I have been learning Haskell for few months on my own now by doing some exercises I found on some lecturers site, and I stumbled upon this one and cannot figure how to solve it.
There are two tasks that are kinda "connected". I solved the first one with ease, but don't really understand how to do the other one.
Here's the first one:
Exercise 2. (Recall IO programming in Haskell and the do notation)
Write a recursive function
sumInts :: Integer -> IO Integer
that repeatedly reads integer numbers from IO until the number 0 is given. At that point, the function should return the sum of all the entered numbers plus the original (default) value, which is given as a function parameter.
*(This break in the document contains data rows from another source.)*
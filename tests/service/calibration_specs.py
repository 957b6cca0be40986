"""Calibration specs shared by the service, e2e, client and CLI tests (all data invented)."""
import math

# dA/dt = -k A, A(0) = 2: A(t) = 2 exp(-k t). Data from k = 0.3 without noise, so the
# least-squares estimate is k = 0.3 exactly (the closed form reproduces every point).
K_TRUE = 0.3
TIMES = [0.0, 0.5, 1.0, 2.0, 3.0, 5.0, 8.0]
DECAY_MODEL = {"title": "first-order decay", "states": {"A": 2.0}, "parameters": {"k": 1.0},
               "ddt": {"A": "-k*A"}}


def decay_value(t: float, k: float = K_TRUE) -> float:
    return 2.0 * math.exp(-k * t)


def decay_spec(**extra) -> dict:
    spec = {"label": "invented decay", "model": DECAY_MODEL,
            "experiments": [{"name": "run1", "span": [0.0, 10.0],
                             "data": [{"t": t, "A": decay_value(t)} for t in TIMES]}],
            "observables": {"A": "A"}, "noise": {"A": {"absolute": 0.01}},
            "unknowns": [{"name": "k", "lower": 0.01, "upper": 10.0}], "starts": 4}
    spec.update(extra)
    return spec


def decay_csv(skip: int = 0) -> str:
    """The same data as CSV text; the first ``skip`` rows after t = 0 get an empty cell for A."""
    lines = ["# invented data", "t,A"]
    for i, t in enumerate(TIMES):
        lines.append(f"{t},{'' if 0 < i <= skip else repr(decay_value(t))}")
    return "\n".join(lines) + "\n"


# dy/dt = k y^2, y(0) = 1: y = 1 / (1 - k t) blows up at t = 1/k. Over the span [0, 1] every
# k >= 1 makes the solve fail; the data come from k = 0.5.
BLOWUP_MODEL = {"title": "blow-up", "states": {"y": 1.0}, "parameters": {"k": 0.5}, "ddt": {"y": "k*y^2"}}


def blowup_spec() -> dict:
    times = [0.0, 0.2, 0.4, 0.6, 0.8, 1.0]
    return {"model": BLOWUP_MODEL,
            "experiments": [{"name": "e", "span": [0.0, 1.0],
                             "data": [{"t": t, "y": 1.0 / (1.0 - 0.5 * t)} for t in times]}],
            "observables": {"y": "y"}, "noise": {"y": {"absolute": 0.01}},
            "unknowns": [{"name": "k", "lower": 0.1, "upper": 10.0, "start": 5.0}], "starts": 4}
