"""Bad calibration input: each case is a 422 (or 413) problem naming the field, the row and the
column, in one answer; nothing bad is accepted, nothing crashes."""
import dataclasses
import json

import pytest

from tests.service.calibration_specs import decay_spec

PROBLEM = "application/problem+json"


@pytest.fixture
def limited(settings, store):
    from service import create_app

    small = dataclasses.replace(settings, max_calibration_rows=10, max_calibration_experiments=2,
                                max_calibration_unknowns=1, max_calibration_starts=20)
    return create_app(small, store=store).test_client()


def post(client, body):
    return client.post("/v1/calibrations", data=json.dumps(body), content_type="application/json")


def errors_of(r) -> dict:
    assert r.status_code == 422, r.get_data(as_text=True)
    assert r.mimetype == PROBLEM
    return {e["pointer"]: e["detail"] for e in r.get_json()["errors"]}


def with_experiment(**experiment) -> dict:
    e = {"name": "run1", "span": [0.0, 10.0], **experiment}
    return decay_spec(experiments=[e])


def test_a_measurement_outside_the_span_names_the_row_and_column(client):
    spec = with_experiment(data=[{"t": 0.0, "A": 2.0}, {"t": 1.0, "A": 1.5}, {"t": 12.0, "A": 0.1}])
    errors = errors_of(post(client, spec))
    assert errors == {"/experiments/0/data/2/t": "time 12 is outside the experiment's span [0, 10]"}


def test_a_csv_measurement_outside_the_span_names_the_line_and_column(client):
    errors = errors_of(post(client, with_experiment(csv="# invented\nt,A\n0,2\n\n11,0.1\n")))
    assert errors == {"/experiments/0/csv": "line 5, column 't': time 11 is outside the experiment's span [0, 10]"}


@pytest.mark.parametrize("cell", ["NaN", "nan", "inf", "-Infinity", "1e999"])
def test_nan_or_infinite_csv_cells_are_refused_by_line_and_column(client, cell):
    errors = errors_of(post(client, with_experiment(csv=f"t,A\n0,2\n1,{cell}\n2,1\n")))
    assert list(errors) == ["/experiments/0/csv"]
    detail = errors["/experiments/0/csv"]
    assert detail.startswith("line 3, column 'A': ") and "not a finite number" in detail and "empty" in detail


def test_nan_in_json_rows_is_refused(client):
    r = client.post("/v1/calibrations", data=json.dumps(with_experiment(data=[{"t": 0, "A": 1}])).replace(
        '"A": 1', '"A": NaN'), content_type="application/json")
    assert r.status_code == 400 and "finite" in r.get_json()["detail"]  # the JSON reader refuses the token
    errors = errors_of(post(client, with_experiment(data=[{"t": 0, "A": 1}, {"t": 1, "A": "NaN"}])))
    assert errors == {"/experiments/0/data/1/A": "must be a number, or null for a missing value (got the text 'NaN')"}


def test_zero_and_negative_sigma_are_refused_where_they_are(client):
    spec = with_experiment(data=[{"t": 0, "A": 2.0}, {"t": 1, "A": 1.5}, {"t": 2, "A": 1.1}],
                           sigma=[{"t": 0, "A": 0.0}, {"t": 1, "A": -0.1}, {"t": 2, "A": None}])
    errors = errors_of(post(client, spec))
    assert set(errors) == {"/experiments/0/sigma/0/A", "/experiments/0/sigma/1/A"}
    assert "must be positive (got 0)" in errors["/experiments/0/sigma/0/A"]
    assert "must be positive (got -0.1)" in errors["/experiments/0/sigma/1/A"]


def test_a_noise_model_that_gives_zero_sigma_is_refused(client):
    errors = errors_of(post(client, decay_spec(noise={"A": {"absolute": 0, "relative": 0}})))
    assert "zero sigma" in errors["/noise/A"]
    spec = with_experiment(data=[{"t": 0, "A": 2.0}, {"t": 9, "A": 0.0}])
    spec["noise"] = {"A": {"relative": 0.05}}
    errors = errors_of(post(client, spec))
    assert list(errors) == ["/experiments/0/data/1/A"] and "sigma is 0 here" in errors["/experiments/0/data/1/A"]
    errors = errors_of(post(client, decay_spec(noise={"A": {"absolute": -1}})))
    assert "/noise/A/absolute" in errors


def test_unknown_observables_and_parameters_get_did_you_mean(client):
    spec = decay_spec(observables={"A": "AA"}, noise={"a": {"absolute": 0.1}}, known={"kk": 1.0},
                      unknowns=[{"name": "K", "lower": 0.1, "upper": 1.0}])
    spec["experiments"][0]["data"][1]["B"] = 0.5
    spec["experiments"][0]["parameters"] = {"q": 1.0}
    errors = errors_of(post(client, spec))
    assert errors["/observables/A"] == "'AA' is not a state or derived quantity of the model; did you mean 'A'?"
    assert errors["/noise/a"] == "'a' is not an observable; did you mean 'A'?"
    assert errors["/known/kk"] == "'kk' is not a parameter of the model; did you mean 'k'?"
    assert errors["/unknowns/0/name"].startswith("'K' is not a parameter of the model")
    assert errors["/unknowns/0/name"].endswith("did you mean 'k'?")
    assert errors["/experiments/0/data/1/B"] == "'B' is not an observable; did you mean 'A'?"
    assert errors["/experiments/0/parameters/q"].startswith("'q' is not a parameter of the model")


def test_an_unknown_initial_value_and_an_unknown_csv_column(client):
    spec = with_experiment(csv="t,A,Q\n0,2,1\n1,1.5,\n")
    spec["unknowns"] = [{"name": "init:Z", "lower": 0.1, "upper": 5}]
    errors = errors_of(post(client, spec))
    assert errors["/unknowns/0/name"].startswith("'Z' is not a state of the model")
    assert errors["/experiments/0/csv"] == "line 1, column 'Q': 'Q' is not an observable; did you mean 'A'?"


def test_crossed_bounds_and_other_bound_mistakes(client):
    spec = decay_spec(unknowns=[{"name": "k", "lower": 2.0, "upper": 1.0}])
    assert errors_of(post(client, spec)) == {
        "/unknowns/0/upper": "must be greater than lower (2): the bounds are crossed"}
    spec = decay_spec(unknowns=[{"name": "k", "lower": 0.0, "upper": 1.0}])
    assert "log scale" in errors_of(post(client, spec))["/unknowns/0/lower"]
    spec = decay_spec(unknowns=[{"name": "k", "lower": 0.1, "upper": 1.0, "start": 3.0}])
    assert "within the bounds" in errors_of(post(client, spec))["/unknowns/0/start"]
    spec = decay_spec(unknowns=[{"name": "k", "lower": 0.1, "upper": 1.0}], known={"k": 0.3})
    assert "either known or estimated" in errors_of(post(client, spec))["/known/k"]


def test_more_unknowns_than_data_points_is_refused(client):
    model = {"states": {"A": 2.0}, "parameters": {"k": 1.0, "j": 0.1}, "ddt": {"A": "-k*A - j"}}
    spec = with_experiment(data=[{"t": 1.0, "A": 1.5}])
    spec.update(model=model, unknowns=[{"name": "k", "lower": 0.1, "upper": 1.0},
                                       {"name": "j", "lower": 0.01, "upper": 1.0}])
    errors = errors_of(post(client, spec))
    assert errors == {"/unknowns": "2 unknowns but only 1 measured values: more parameters than data points "
                                   "cannot be estimated"}


def test_data_with_no_observable_columns_is_refused(client):
    errors = errors_of(post(client, with_experiment(data=[{"t": 0.0}, {"t": 1.0}])))
    assert errors["/experiments/0/data"].startswith("no observable columns")
    errors = errors_of(post(client, with_experiment(csv="t\n0\n1\n")))
    assert errors["/experiments/0/csv"].startswith("no observable columns")
    errors = errors_of(post(client, with_experiment(csv="A,B\n1,2\n")))
    assert "needs a time column 't'" in errors["/experiments/0/csv"]
    errors = errors_of(post(client, with_experiment(data=[{"t": 0.0, "A": None}])))
    assert errors == {"/experiments": "no measured value in any experiment: every cell is empty"}


def test_a_50_mb_upload_is_413_before_it_is_read(client):
    body = b'{"model": {}, "experiments": [{"name": "e", "span": [0, 1], "csv": "' + b"0," * (25 * 2 ** 20) + b'"}]}'
    r = client.post("/v1/calibrations", data=body, content_type="application/json")
    assert r.status_code == 413 and r.mimetype == PROBLEM
    problem = r.get_json()
    assert problem["limit_bytes"] == 2 * 2 ** 20 and "calibration body" in problem["detail"]


def test_the_servers_limits_name_the_field_and_the_row(limited):
    rows = [{"t": float(t), "A": 1.0} for t in range(6)]
    spec = decay_spec(experiments=[{"name": "a", "span": [0, 10], "data": rows},
                                   {"name": "b", "span": [0, 10], "data": rows}], starts=21,
                      unknowns=[{"name": "k", "lower": 0.1, "upper": 1}, {"name": "init:A", "lower": 0.1, "upper": 3}])
    errors = errors_of(post(limited, spec))
    assert errors["/experiments/1/data"].startswith("row 4: more than 10 measurement rows in all experiments")
    assert errors["/starts"] == "21 starts; at most 20 allowed"
    assert errors["/unknowns"] == "2 unknowns; at most 1 allowed"
    spec = decay_spec(experiments=[{"name": n, "span": [0, 10], "data": rows[:1]} for n in "abc"])
    assert errors_of(post(limited, spec)) == {"/experiments": "3 experiments; at most 2 allowed"}
    csv_rows = "t,A\n" + "".join(f"{t},1\n" for t in range(12))
    errors = errors_of(post(limited, decay_spec(experiments=[{"name": "a", "span": [0, 20], "csv": csv_rows}])))
    assert errors["/experiments/0/csv"].startswith("line 12: more than 10 measurement rows")


def test_the_spec_is_strict_with_did_you_mean_and_one_answer(client):
    spec = decay_spec()
    spec["experiment"] = spec.pop("experiments")
    spec["starts"] = 0
    errors = errors_of(post(client, spec))
    assert errors["/experiment"] == "unknown field 'experiment'; did you mean 'experiments'?"
    assert "/experiments" not in errors and "/starts" in errors
    both = with_experiment(data=[{"t": 0, "A": 1}], csv="t,A\n0,1\n")
    assert "exactly one of 'data'" in errors_of(post(client, both))["/experiments/0"]
    dup = decay_spec(experiments=[{"name": "a", "span": [0, 10], "data": [{"t": 0, "A": 2}]}] * 2)
    assert errors_of(post(client, dup))["/experiments/1/name"] == "'a' is the name of experiments/0 too"
    assert post(client, {**decay_spec(), "model": {"states": {}}}).status_code == 422


def test_the_numerics_checks_become_422s_that_point_into_the_spec(client, monkeypatch):
    """Issues of calibration.problem.check (paths in the sorted problem) point at the spec's rows."""
    from calibration import problem as numerics

    def check(problem):
        return [numerics.Issue(("experiments", 0, "observed", "A", 0), "a strange value"),
                numerics.Issue(("unknowns", 0, "start"), "not a good start"),
                numerics.Issue(("parameters", "k"), "held and estimated")]  # the numerics' name of "known"

    monkeypatch.setattr(numerics, "check", check)
    spec = with_experiment(data=[{"t": 5.0, "A": 0.5}, {"t": 1.0, "A": 1.5}])  # sorted: row 1 first
    errors = errors_of(post(client, spec))
    assert errors == {"/experiments/0/data/1/A": "a strange value", "/unknowns/0/start": "not a good start",
                      "/known/k": "held and estimated"}
    spec = with_experiment(csv="t,A\n5,0.5\n1,1.5\n")
    assert errors_of(post(client, spec))["/experiments/0/csv"] == "line 3, column 'A': a strange value"
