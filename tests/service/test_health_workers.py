"""/v1/health tells how many processes each live worker runs (its concurrency)."""
import pytest
import requests


@pytest.mark.e2e
def test_health_reports_each_workers_concurrency(stack):
    workers = requests.get(stack.base + "/v1/health", timeout=10).json()["workers"]
    assert workers, "the stack's worker has reported in (Stack waits for it)"
    assert [w["concurrency"] for w in workers] == [1] * len(workers)  # tests/stack.py starts them with -c 1
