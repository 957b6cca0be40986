"""While Redis is down or hung the API answers 503 with Retry-After within 2 s, and recovers."""
import dataclasses
import os
import signal
import time

import pytest

from jobs.store import JobStore
from tests.conftest import RedisServer
from tests.service.test_jobs_api import DECAY


@pytest.fixture
def own_redis():
    server = RedisServer()
    yield server
    try:
        os.kill(server.proc.pid, signal.SIGCONT)
    except ProcessLookupError:
        pass
    server.stop()


def make_client(settings, server):
    from service import create_app

    s = dataclasses.replace(settings, redis_url=server.url)
    return create_app(s, store=JobStore.connect(s)).test_client()


def timed(fn):
    started = time.perf_counter()
    r = fn()
    return r, time.perf_counter() - started


def test_a_stopped_redis_gives_503_fast(settings, own_redis):
    c = make_client(settings, own_redis)
    assert c.post("/v1/jobs", json=DECAY).status_code == 202
    own_redis.proc.send_signal(signal.SIGSTOP)  # hung: accepts nothing, answers nothing
    try:
        for call in (lambda: c.get("/v1/jobs"), lambda: c.post("/v1/jobs", json=DECAY)):
            r, seconds = timed(call)
            assert r.status_code == 503 and r.headers["Retry-After"] and seconds < 2.0
            assert r.mimetype == "application/problem+json"
        health, seconds = timed(lambda: c.get("/v1/health"))
        assert health.status_code == 503 and seconds < 2.0
    finally:
        own_redis.proc.send_signal(signal.SIGCONT)
    assert c.get("/v1/jobs").status_code == 200  # recovers by itself


def test_a_dead_redis_gives_503_and_a_restarted_one_is_used_again(settings, own_redis):
    c = make_client(settings, own_redis)
    job = c.post("/v1/jobs", json=DECAY).get_json()
    time.sleep(1.2)  # appendfsync everysec: an accepted job is on disk within a second
    own_redis.kill()
    r, seconds = timed(lambda: c.get("/v1/jobs"))
    assert r.status_code == 503 and seconds < 2.0
    own_redis.start()
    assert c.get(f"/v1/jobs/{job['id']}").get_json()["state"] == "queued"  # nothing lost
I solved this one this way:
getInt :: IO Integer
getInt = do
s <- getLine
return (read s)
sumInts :: Integer -> IO Integer
sumInts input = do
x<-getInt
if x==0 then return input else (x+) <$> sumInts input
It was pretty easy to do. Here's the other one, the one I cannot understand:
Exercise 3. Generalize the previous IO interaction into a higher order function
whileIO :: IO a -> (a -> Bool) -> (a -> a -> a) -> a -> IO a
which, for the given reading IO action, termination condition, folding function, and the original value, returns the required IO action. Check that for some values of getIO, condF, foldF, we can redefine sumInts as
sumInts = whileIO getIO condF foldF
Would love some help with this one. :)
Hint:
try to generalize your code, making pieces of it as parameters instead of hardcoding them. For instance, replace the getInt
with a more general getIO
parameter.
sumInts :: IO Integer -> Integer -> IO Integer
sumInts getIO input = do
-- ^^^^^
x<-getIO -- <------
if x==0 then return input else (x+) <$> sumInts input
Then replace x==0
with a generic predicate.
Then replace (x+)
using a generic folding function.
And so on.
At the very end you'll get the wanted whileIO
, and you can also give it the more general type suggested by the exercise.